File photo: Mark Reinstein, Shutter Stock, licensed.

PIERRE, SD – The Governor of South Dakota, Kristi Noem, has signed a bill that will effectively ban transgender girls and college-age women from participating in school sports leagues, which makes South Dakota the tenth state to enact such a law.

“This bill’s about fairness. It’s about allowing biological females to compete fairly on a level playing field that gives them opportunities for success,” Noem said Thursday after signing Bill 46, saying that she was defending Title IX, a federal civil rights law that prohibits discrimination the basis of sex. “Title IX fought for that years and years ago and I’ve been doing this for years, which started, man, almost five years ago now in the sport of rodeo, where we protected girls’ events.”

Noem – a Republican – had issued a veto against a similar bill in 2021, when she sent it back to the legislature with a requests to change how it addressed high school and college sports, saying that her intention was to “protect girls’ sports.”
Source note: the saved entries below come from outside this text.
describe("CardDiffView", () => {
  it("marks a new row, a row taken out and changed rows with words and symbols on the right rows", () => {
    const after = clone(published);
    after.pins = [
      pin("1", "B/W", "Trigger 1 feed", null, { connector: "demo-igniter", cavity: "3" }), // unchanged
      pin("2", "L", "Trigger 1 return", null, { connector: "demo-igniter", cavity: "4" }), // colour R/Y → L
      pin("3", "G/R", "Earth", "31", { connector: "demo-frame-earth", cavity: "1" }), // goes to changes
      // cavity 4 taken out; cavity 5 new (layout grows to 2×3 below would be a layout change; keep 5 in a bigger grid)
      pin("5", "W", "Tacho signal", null, null),
    ];
    after.layout = gridLayout(2, 3, { missing: [[2, 3]] });
    const v = render(published, after);

    const r2 = v.row("2");
    expect(r2.attribs["data-change"]).toBe("changed");
    expect(v.text(r2)).toContain("Δ changed");
    // The proposed colour emphasised, the published one after "was", both as words too.
    const code2 = v.cell(r2, "code");
    expect(code2.attribs["data-changed"]).toBe("true");
    expect(v.text(DomUtils.findOne((e) => e.name === "ins", [code2])!)).toBe("L");
    expect(v.text(DomUtils.findOne((e) => e.attribs["data-was"] === "true", [code2])!)).toBe("was R/Y");
    expect(v.text(v.cell(r2, "colour"))).toContain("blue");
    expect(v.text(v.cell(r2, "colour"))).toContain("was red with yellow tracer");
    expect(v.cell(r2, "circuit").attribs["data-changed"]).toBeUndefined();

    const r3 = v.row("3");
    expect(r3.attribs["data-change"]).toBe("changed");
    const goes3 = v.cell(r3, "goesTo");
    expect(goes3.attribs["data-changed"]).toBe("true");
    expect(v.text(goes3)).toBe("demo-frame-earth, cavity 1 was demo-earth-block, cavity 1");
    expect(v.cell(r3, "code").attribs["data-changed"]).toBeUndefined();

    const r4 = v.row("4");
    expect(r4.attribs["data-change"]).toBe("removed");
    expect(v.text(r4)).toContain("− row taken out");
    expect(DomUtils.findAll((e) => e.name === "del", [r4]).length).toBeGreaterThan(0);

    const r5 = v.row("5");
    expect(r5.attribs["data-change"]).toBe("added");
    expect(v.text(r5)).toContain("+ new row");
    expect(v.text(v.cell(r5, "colour"))).toContain("white");

    // Each row carries exactly one marking, and only its own.
    for (const [cavity, mark] of [
      ["2", "changed"],
      ["3", "changed"],
      ["4", "removed"],
      ["5", "added"],
      ["1", "same"],
    ] as const) {
      const marks = DomUtils.findAll((e) => e.attribs["data-mark"] !== undefined, [v.row(cavity)]).map((e) => e.attribs["data-mark"]);
      expect(marks).toEqual([mark]);
    }
    expect(v.text(v.all((e) => e.attribs["data-summary"] === "true")[0])).toBe(
      "Against the published card it changes: the housing layout; 4 pin-map rows (1 new row, 1 row taken out, 2 changed).",
    );
    // Rings on each face where the cavity exists: 5 is not in the published 2×2 housing; 4 stays, empty, in the proposed one.
    const ringed = v
      .faces()
      .map((f) =>
        DomUtils.findAll((e) => e.attribs["data-face-mark"] !== undefined, [f]).map((m) => `${m.attribs["data-cavity"]}:${m.attribs["data-face-mark"]}`),
      );
    expect(ringed).toEqual([
      ["2:changed", "3:changed", "4:removed"],
      ["2:changed", "3:changed", "4:removed", "5:added"],
    ]);
  });

  it("keeps unchanged rows in a collapsed <details> that works without JavaScript", () => {
    const after = clone(published);
    after.pins[1] = { ...after.pins[1], circuit: "Trigger 1 return (screened)" };
    const v = render(published, after);
    const details = v.all((e) => e.name === "details" && e.attribs["data-unchanged-rows"] !== undefined);
    expect(details).toHaveLength(1);
    expect(details[0].attribs.open).toBeUndefined();
    expect(details[0].attribs["data-unchanged-rows"]).toBe("3");
    expect(v.text(DomUtils.findOne((e) => e.name === "summary", details)!)).toBe("3 unchanged rows: show");
    const hidden = DomUtils.findAll((e) => e.name === "tr" && e.attribs["data-cavity"] !== undefined, details).map((e) => e.attribs["data-cavity"]);
    expect(hidden).toEqual(["1", "3", "4"]);
    for (const c of hidden) expect(v.text(v.row(c))).toContain("= unchanged");
    // The changed row is outside the details, in the main table.
    const r2 = v.row("2");
    expect(DomUtils.findAll((e) => e === r2, details)).toHaveLength(0);
    expect(v.text(v.cell(r2, "circuit"))).toBe("Trigger 1 return (screened) was Trigger 1 return");
  });

  it("uses semantic tables: captions, column and row headers", () => {
    const after = clone(published);
    after.name = "Trigger plug, left (demo)";
    after.pins[0] = { ...after.pins[0], terminal: "15" };
    const v = render(published, after);
    const tables = v.all((e) => e.name === "table");
    expect(tables.length).toBeGreaterThanOrEqual(3);
    for (const t of tables) {
      expect(DomUtils.findOne((e) => e.name === "caption", [t])).toBeTruthy();
      expect(DomUtils.findAll((e) => e.name === "th" && e.attribs.scope === "col", [t]).length).toBeGreaterThan(1);
    }
    const fieldRow = v.all((e) => e.name === "tr" && e.attribs["data-field"] === "name")[0];
    const th = DomUtils.findOne((e) => e.name === "th" && e.attribs.scope === "row", [fieldRow])!;
    expect(v.text(th)).toBe("Name");
    expect(v.text(fieldRow)).toContain("Trigger plug (demo)");
    expect(v.text(fieldRow)).toContain("Trigger plug, left (demo)");
    expect(DomUtils.findOne((e) => e.name === "th" && e.attribs.scope === "row", [v.row("1")])).toBeTruthy();
    // Table wrappers scroll sideways on a phone.
    expect(v.html).toContain("overflow-x-auto");
  });

  it("draws published and proposed face views when the layout changes, ringing the cavities whose rows change", () => {
    const after = clone(published);
    after.layout = gridLayout(1, 4, { latch: "bottom" });
    after.pins[3] = { ...after.pins[3], code: "B/W" };
    const v = render(published, after);
    const faces = v.faces();
    expect(faces.map((f) => f.attribs["data-face"])).toEqual(["published", "proposed"]);
    expect(v.all((e) => e.name === "svg" && e.attribs.role === "img")).toHaveLength(2);
    expect(v.html).toContain("The housing layout changes.");
    expect(v.text(faces[0])).toContain("2×2 grid");
    expect(v.text(faces[1])).toContain("1×4 grid");
    expect(v.text(faces[1])).toContain("latch at the bottom");
    for (const f of faces) {
      const marks = DomUtils.findAll((e) => e.attribs["data-face-mark"] !== undefined, [f]);
      expect(marks.map((m) => [m.attribs["data-cavity"], m.attribs["data-face-mark"]])).toEqual([["4", "changed"]]);
      expect(v.text(f)).toContain("Marked here: cavity 4 (Δ changed)");
    }
    // The face paints from the decoded colours: the proposed cavity 4 is black with a white tracer.
    expect(v.html).toContain("Cavity 4: B/W, black with white tracer");
    expect(v.html).toContain("Cavity 4: Y/G, yellow with green tracer");
  });

  it("shows new, taken-out and kept photos as linked lazy thumbnails with captions and credits", () => {
    const after = clone(published);
    after.photos = [published.photos[0], { id: "ph-new", caption: "Socket half, mating face", credit: "C. Restorer" }];
    const v = render(published, after);
    const imgs = v.all((e) => e.name === "img");
    expect(imgs).toHaveLength(3);
    for (const img of imgs) {
      expect(img.attribs.loading).toBe("lazy");
      expect(img.attribs.alt).toBeTruthy();
      const a = img.parent as El;
      expect(a.name).toBe("a");
      expect(a.attribs.href).toBe(img.attribs.src.replace("?size=thumb", ""));
    }
    const fig = (id: string) => v.all((e) => e.name === "figure" && e.attribs["data-photo"] === id)[0];
    expect(fig("ph-new").attribs["data-change"]).toBe("added");
    expect(v.text(fig("ph-new"))).toContain("+ new photo");
    expect(v.text(fig("ph-new"))).toContain("Credit: C. Restorer");
    expect(DomUtils.findOne((e) => e.name === "img", [fig("ph-new")])!.attribs.alt).toBe("Socket half, mating face");
    expect(fig("ph-gone").attribs["data-change"]).toBe("removed");
    expect(v.text(fig("ph-gone"))).toContain("− photo taken out");
    // No caption: "Photo N" stands in.
    expect(DomUtils.findOne((e) => e.name === "img", [fig("ph-gone")])!.attribs.alt).toMatch(/^Photo \d+$/);
    expect(v.text(fig("ph-kept"))).toContain("kept");
    expect(v.text(fig("ph-kept"))).toContain("Credit: A. Rider");
    expect(DomUtils.findOne((e) => e.name === "img", [fig("ph-kept")])!.attribs.src).toBe("/photos/ph-kept?size=thumb");
  });

  it("marks specs added, taken out and changed", () => {
    const after = clone(published);
    after.specs = [
      { ...published.specs[0], max: 650 },
      {
        name: "Pickup air gap check",
        min: 0.3,
        max: 0.5,
        unit: "mm",
        between: ["1", "2"],
        atC: 20,
        source: "demo data",
        conditions: "Engine stopped, feeler gauge at the rotor tip",
        kind: "gap",
        material: null,
      },
    ];
    const v = render(published, after);
    const spec = (name: string) => v.all((e) => e.name === "tr" && e.attribs["data-spec"] === name)[0];
    expect(spec("Trigger winding").attribs["data-change"]).toBe("changed");
    expect(v.text(spec("Trigger winding"))).toContain("400–650 Ω was 400–600 Ω");
    expect(spec("Pickup air gap check").attribs["data-change"]).toBe("added");
    expect(spec("Insulation to earth").attribs["data-change"]).toBe("removed");
    expect(v.text(spec("Insulation to earth"))).toContain("row taken out");
  });

  it("inserts the sanitised notes HTML as given, published beside proposed", () => {
    const after = clone(published);
    after.notes = "New **notes**.";
    const v = render(published, after);
    expect(v.html).toContain('data-notes-changed="true"');
    expect(v.html).toContain("<p>Old notes.</p>");
    expect(v.html).toContain("<p>New <strong>notes</strong>.</p>");
    const boxes = v.all((e) => e.attribs["data-notes"] !== undefined).map((e) => e.attribs["data-notes"]);
    expect(boxes).toEqual(["published", "proposed"]);
  });

  it("renders cavity labels, colour codes and circuits only as escaped text", () => {
    const script = "<script>alert(1)</script>";
    const img = '"><img src=x onerror=alert(1)>';
    const before = clone(published);
    before.pins[0] = { ...before.pins[0], circuit: img };
    const after = clone(published);
    after.layout = { ...gridLayout(2, 2), cavities: [{ cavity: script, row: 1, col: 1 }, ...gridLayout(2, 2).cavities.slice(1)], pin1: script };
    after.pins = [pin(script, img, script, img, { connector: img, cavity: script }), ...published.pins.slice(1).map((p) => ({ ...p }))];
    after.pins[1].code = script;
    after.name = img;
    after.photos = [{ id: "ph-x", caption: img, credit: script }];
    const v = render(before, after, { before: "<p>safe</p>", after: "<p>also safe</p>" });
    expect(v.all((e) => e.name === "script")).toHaveLength(0);
    // Only our own thumbnails (the new one and the two taken out), none from the typed strings.
    expect(
      v
        .all((e) => e.name === "img")
        .map((e) => e.attribs.src)
        .sort(),
    ).toEqual(["/photos/ph-gone?size=thumb", "/photos/ph-kept?size=thumb", "/photos/ph-x?size=thumb"]);
    expect(v.all((e) => e.attribs.onerror !== undefined)).toHaveLength(0);
    expect(v.html).not.toContain("<script");
    expect(v.html).not.toContain("<img src=x");
    expect(v.html).toContain("&lt;script&gt;alert(1)&lt;/script&gt;");
    expect(v.html).toContain("&quot;&gt;&lt;img src=x onerror=alert(1)&gt;");
    // The strings survive as text where they were typed.
    expect(v.text(v.row(script))).toContain(script);
    expect(v.text(v.row("1"))).toContain(img);
    expect(v.text(v.cell(v.row("2"), "code"))).toContain(script);
  });

  it("shows a new card with the proposed face only and every row as new", () => {
    const fresh = clone(published);
    fresh.photos = [{ id: "ph-1", caption: "", credit: "D. Builder" }];
    const v = render(null, fresh, { before: "", after: "<p>Fresh notes.</p>" });
    expect(v.html).toContain('data-diff="new-card"');
    expect(v.html).toContain("A new card: there is no published version to compare with");
    expect(v.faces().map((f) => f.attribs["data-face"])).toEqual(["proposed"]);
    expect(v.all((e) => e.name === "svg" && e.attribs.role === "img")).toHaveLength(1);
    expect(v.pinRows().map((r) => r.attribs["data-change"])).toEqual(["added", "added", "added", "added"]);
    for (const r of v.pinRows()) expect(v.text(r)).toContain("+ new row");
    expect(v.all((e) => e.name === "th" && e.attribs.scope === "col" && DomUtils.textContent(e).startsWith("Published"))).toHaveLength(0);
    expect(v.html).toContain("<p>Fresh notes.</p>");
    expect(
      DomUtils.findOne(
        (e) => e.name === "img",
        v.all(() => true),
      )!.attribs.alt,
    ).toBe("Photo 1");
  });

  it("says when the proposal changes nothing", () => {
    const v = render(published, clone(published), { before: "<p>Old notes.</p>", after: "<p>Old notes.</p>" });
    expect(v.html).toContain('data-diff="none"');
    expect(v.text(v.all((e) => e.attribs["data-nothing-changed"] === "true")[0])).toContain("This proposal changes nothing");
    expect(v.pinRows()).toHaveLength(0);
    expect(v.faces()).toHaveLength(0);
  });

  it("says so when a code is not understood, and an empty cavity reads as empty", () => {
    const after = clone(published);
    after.pins[2] = { ...after.pins[2], code: "Bl" };
    after.pins[3] = { ...after.pins[3], code: null };
    const v = render(published, after);
    expect(v.text(v.cell(v.row("3"), "colour"))).toContain("not understood in this notation");
    expect(v.text(v.cell(v.row("4"), "colour"))).toContain("empty cavity");
    expect(v.text(v.cell(v.row("4"), "code"))).toBe("— was Y/G");
  });
});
“I did not veto a bill,” Noem said at the time. “What I did was, I asked my legislature for changes, and they rejected it. So immediately that very same day I put executive orders in place to protect girls’ sports.”

Some expressed concern upon Noen’s initial veto that the National Collegiate Athletic Association (NCAA) would refuse to sanction sporting events in South Dakota upon news of the Governor’s action, but her office expressed optimism that that would not be the case.

The bill that Noen – who some are saying is intending to run for the White House in 2024 – signed Thursday would affect female athletes in the state of South Dakota at the K-12 level and at the university level.

The NCAA did not immediately respond for requests for comment from several media originations on whether it would take any action as a result of the bill’s passage.